Filter the entries below down to the lines that hold "aluminum".

[[ DATA IN THIS EXERCISE open ]]

ERRORS: list[tuple[str, Edit, str, str]] = [
    # (what, edit, key path, value as shown)
    ("unknown top key", sub("title =", "titel ="), "titel", "did you mean 'title'"),
    ("unknown section key", sub("diameter = 88.9", "diamter = 88.9"), "sections.chord.diamter",
     "did you mean 'diameter'"),
    ("wrong type", sub('title = "Canopy bay C (demo)"', "title = 5"), "title", "5"),
    ("unit of the wrong kind", sub('force = "kN"', 'force = "MPa"'), "units.force", "'MPa'"),
    ("unknown unit setting", sub('force = "kN"', 'forces = "kN"'), "units.forces",
     "did you mean 'force'"),
    ("quantity of the wrong dimension", sub('value = "0.8 kN/m^2"', 'value = "0.8 kN"'),
     "loads.snow.area[0].value", "'0.8 kN'"),
    ("ambiguous quantity", sub('value = "0.8 kN/m^2"', 'value = "0.8 kN/m2"'),
     "loads.snow.area[0].value", "'0.8 kN/m2'"),
    ("boolean for a number", sub("value = 0.25", "value = true"),
     "loads.dead.area[0].value", "True"),
    ("missing geometry file", sub("[geometry]\n", '[geometry]\nfile = "nowhere.dxf"\n'),
     "geometry.file", "'nowhere.dxf'"),
    ("inline member to a missing node", sub("[12, 7], [12, 8],", "[12, 7], [12, 80],"),
     "geometry.members[31][1]", "80"),
    ("empty selection", sub("at = \"max\"", "at = 9.0"), "loads.snow_lines.area[0].nodes",
     "selects no nodes"),
    ("point with no node near", sub("[4, 4, 1]] }", "[4, 4, 1.5]] }"), "supports[0].nodes",
     "[4.0, 4.0, 1.5]"),
    ("unknown selection", sub('nodes = "corners"', 'nodes = "corner"'), "supports[0].nodes",
     "did you mean 'corners'"),
    ("selection cycle", sub("top = { plane", "top = { union = [\"loop\"] }\nloop = { union = "
                            "[\"top\"] }\nx = { plane"), "selections.loop", "cycle"),
    ("selection with two criteria", sub('centre = { box', 'centre = { ids = [4], box'),
     "selections.centre", "exactly one of"),
    ("unknown group", sub('panels = { group = "ROOF" }\nvalue = 0.25',
                          'panels = { group = "RUF" }\nvalue = 0.25'),
     "loads.dead.area[0].panels", "did you mean 'ROOF'"),
    ("unknown case in a combination", sub("snow = 1.5, service", "snw = 1.5, service"),
     "combinations.ULS.snw", "did you mean 'snow'"),
    ("combination named like a case", add("\n[combinations.dead]\ndead = 1.0\n"),
     "combinations.dead", "a load case is also called"),
    ("unknown envelope member", sub('["ULS", "SLS"]', '["ULS", "SL"]'), "envelopes.design[1]",
     "'SL'"),
    ("unknown section", sub('{ section = "brace"', '{ section = "brase"'),
     "assign.default.section", "did you mean 'brace'"),
    ("unknown material", sub('material = "S355"', 'material = "S356"'),
     "assign.default.material", "did you mean 'S355'"),
    ("preset name for a user material", add('\n[materials.S355]\nE = 1\ndensity = 1\n'),
     "materials.S355", "preset"),
    ("bad restraint", sub('restrain = "pinned"', 'restrain = "pined"'), "supports[0].restrain",
     "did you mean 'pinned'"),
    ("repeated restraint letter", sub('restrain = "pinned"', 'restrain = "xyy"'),
     "supports[0].restrain", "'xyy'"),
    ("force and total", sub("force = [0, 0, -1.5]", "force = [0, 0, -1.5]\ntotal = [0, 0, 1]"),
     "loads.service.nodal[0]", "exactly one of force"),
    ("vector of two", sub("force = [0, 0, -1.5]", "force = [0, -1.5]"),
     "loads.service.nodal[0].force", "[0, -1.5]"),
    ("tributary pressure", sub('kind = "plan"\nnodes = "top"', 'kind = "pressure"\nnodes = "top"'),
     "loads.snow_lines.area[0].kind", "'pressure'"),
    ("unknown area kind", sub('kind = "surface"', 'kind = "surfac"'), "loads.dead.area[0].kind",
     "did you mean 'surface'"),
    ("unknown case key", sub("[[loads.service.nodal]]\nnodes = \"centre\"",
                             "[[loads.service.nodel]]\nnodes = \"centre\""),
     "loads.service.nodel", "did you mean 'nodal'"),
    ("settlement of a free direction",
     add('\n[loads.sink]\n[[loads.sink.settlement]]\nnodes = "centre"\n'
         'displacement = [0, 0, "-5 mm"]\n'),
     "loads.sink.settlement[0].displacement", "not restrained along z"),
    ("negative spring", add('\n[[supports]]\nnodes = [1]\nspring = [0, 0, -2]\n'),
     "supports[1].spring[2]", "-2"),
    ("shape", sub('shape = "chs", diameter = 88.9', 'shape = "tube", diameter = 88.9'),
     "sections.chord.shape", "'tube'"),
    ("section too thick",
     sub("diameter = 88.9, thickness = 4.0", "diameter = 88.9, thickness = 50"),
     "sections.chord", "not less than half the diameter"),
    ("negative tolerance", sub("max = [2.5, 2.5, 1.5] } }", "max = [2.5, 2.5, 1.5] }, "
                               "tolerance = -1 }"), "selections.centre.tolerance", "-1"),
    ("not TOML", sub("[geometry]", "[geometry"), "not valid TOML", "line"),
    ("unknown geometry key", sub("[geometry]\n", "[geometry]\nheel = true\n"),
     "geometry.heel", "did you mean 'heal'"),
    ("heal not a flag", sub("[geometry]\n", "[geometry]\nheal = \"yes\"\n"),
     "geometry.heal", "'yes'"),
    ("file units without a file", sub("[geometry]\n", "[geometry]\nfile_units = \"mm\"\n"),
     "geometry.file_units", "'mm'"),
    ("bad inline panel", sub("[4, 5, 8, 7]]", "[4, 5]]"), "geometry.panels.ROOF[3]", "[4, 5]"),
    ("bad inline group id", sub("BOTTOM = [12, 13, 14, 15]", "BOTTOM = [12, 13, 14, 99]"),
     "geometry.groups.BOTTOM[3]", "99"),
    ("negative id", sub('nodes = "centre"', "nodes = [-1]"), "loads.service.nodal[0].nodes[0]",
     "-1"),
    ("plane axis", sub('plane = "z"', 'plane = "w"'), "selections.top.plane", "'w'"),
    ("box corners", sub("box = { min = [1.5, 1.5, 0.5], max = [2.5, 2.5, 1.5] }",
                        "box = [1, 2]"), "selections.centre.box[0]", "= 1: expected a list"),
    ("empty union", sub('top = { plane = "z", at = "max" }', "top = { union = [] }"),
     "selections.top.union", "[]"),
    ("unknown preset in like", add('\n[materials.alloy]\nlike = "aluminum-7075"\n'),
     "materials.alloy.like", "'aluminum-7075'"),
    ("user material with zero E", add('\n[materials.soft]\nE = 0\ndensity = 1\n'),
     "materials.soft", "E = 0.0"),
    ("user material missing density", add('\n[materials.soft]\nE = 1\n'),
     "materials.soft.density", "missing required key"),
    ("self-weight of the wrong type", sub("self_weight = { factor = 1.1 }", "self_weight = 1.1"),
     "loads.dead.self_weight", "1.1"),
    ("self-weight factor", sub("self_weight = { factor = 1.1 }", "self_weight = { factor = 0 }"),
     "loads.dead.self_weight.factor", "0"),
    ("outline without nodes", sub("value = 0.25", "value = 0.25\noutline = [[0, 0], [1, 0], "
                                  "[1, 1]]"), "loads.dead.area[0].outline", "[[0, 0]"),
    ("support with nothing to do", add('\n[[supports]]\nnodes = [1]\n'), "supports[1]",
     "give restrain, spring or both"),
    ("supports as a table", sub("[[supports]]", "[supports]"), "supports", "expected an array"),
    ("no assign", sub('[assign]\ndefault = { section = "brace", material = "S355" }\n'
                      'groups = { TOP = { section = "chord" }, BOTTOM = { section = "chord" } }',
                      ""), "assign", "missing"),
    ("output not a string", sub('output = "out"', "output = 3"), "output", "3"),
    ("factor not a number", sub("SLS = { dead = 1.0", 'SLS = { dead = "1.0"'),
     "combinations.SLS.dead", "'1.0'"),
    # The shortest canopy member is a diagonal of sqrt(3) = 1.732 m: a plain 2 is
    # 2 m ([units] length), more than half of it.
    ("tolerance as long as a member", sub("[geometry]\n", "[geometry]\ntolerance = 2\n"),
     "geometry.tolerance = 2 m", "shortest member (member 16, 1.73205 m long): a plain number"),
    ("tolerance with a malformed unit", sub("[geometry]\n", '[geometry]\ntolerance = "2 m()"\n'),
     "geometry.tolerance", "empty parentheses"),
    ("upward gravity", sub("self_weight = { factor = 1.1 }",
                           'self_weight = { factor = 1.1, g = "-9.81 m/s^2" }'),
     "loads.dead.self_weight.g", "must be positive"),
    ("zero gravity", sub("self_weight = { factor = 1.1 }", "self_weight = { g = 0 }"),
     "loads.dead.self_weight.g", "must be positive"),
    ("overflowing section", sub("diameter = 88.9", "diameter = 1e200"), "sections.chord",
     "larger than 1000 m"),
    ("coordinates beyond resolution", sub("[2, 0, 1], [4, 0, 1]", "[4e307, 0, 1], [4, 0, 1]"),
     "geometry", "coordinates reach 4e+307 m"),
    ("zero-area panel", sub("[4, 5, 8, 7]]", "[4, 5, 8, 7], [0, 1, 2]]"), "geometry.panels.ROOF",
     "panel 4 (nodes [0, 1, 2]) has zero area"),
]
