"""spaceframe: analysis of three-dimensional pin-jointed frames.

Geometry from CAD drawings or meshes, sparse linear static analysis of every
load case and combination, stability diagnosis, and results for open viewers.

Results must be checked by a qualified engineer; local codes and licensed
practice govern any design.
"""

from __future__ import annotations

from spaceframe.analysis.stability import (
    Determinacy,
    check_stability,
    determinacy,
    solve_determinate,
)
from spaceframe.assembly import equilibrium_matrix, stiffness_matrix
from spaceframe.errors import (
    MechanismError,
    ModelError,
    ProjectError,
    ReadError,
    SolverError,
    SpaceframeError,
    SpaceframeWarning,
)
from spaceframe.model import STANDARD_GRAVITY, LoadCase, Model
from spaceframe.results import CaseResult, Envelope, Results

__version__ = "0.1.0"

__all__ = [
    "STANDARD_GRAVITY",
    "CaseResult",
    "Determinacy",
    "Envelope",
    "LoadCase",
    "MechanismError",
    "Model",
    "ModelError",
    "ProjectError",
    "ReadError",
    "Results",
    "SolverError",
    "SpaceframeError",
    "SpaceframeWarning",
    "__version__",
    "check_stability",
    "determinacy",
    "equilibrium_matrix",
    "solve_determinate",
    "stiffness_matrix",
]


def __getattr__(name: str) -> object:
    # `spaceframe.io` pulls in file-format libraries only when first used.
    if name == "io":
        import importlib

        return importlib.import_module("spaceframe.io")
    raise AttributeError(f"module 'spaceframe' has no attribute {name!r}")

[[ DATA IN THIS EXERCISE closed ]]

--- REPLY ---
    ("unknown preset in like", add('\n[materials.alloy]\nlike = "aluminum-7075"\n'),
     "materials.alloy.like", "'aluminum-7075'"),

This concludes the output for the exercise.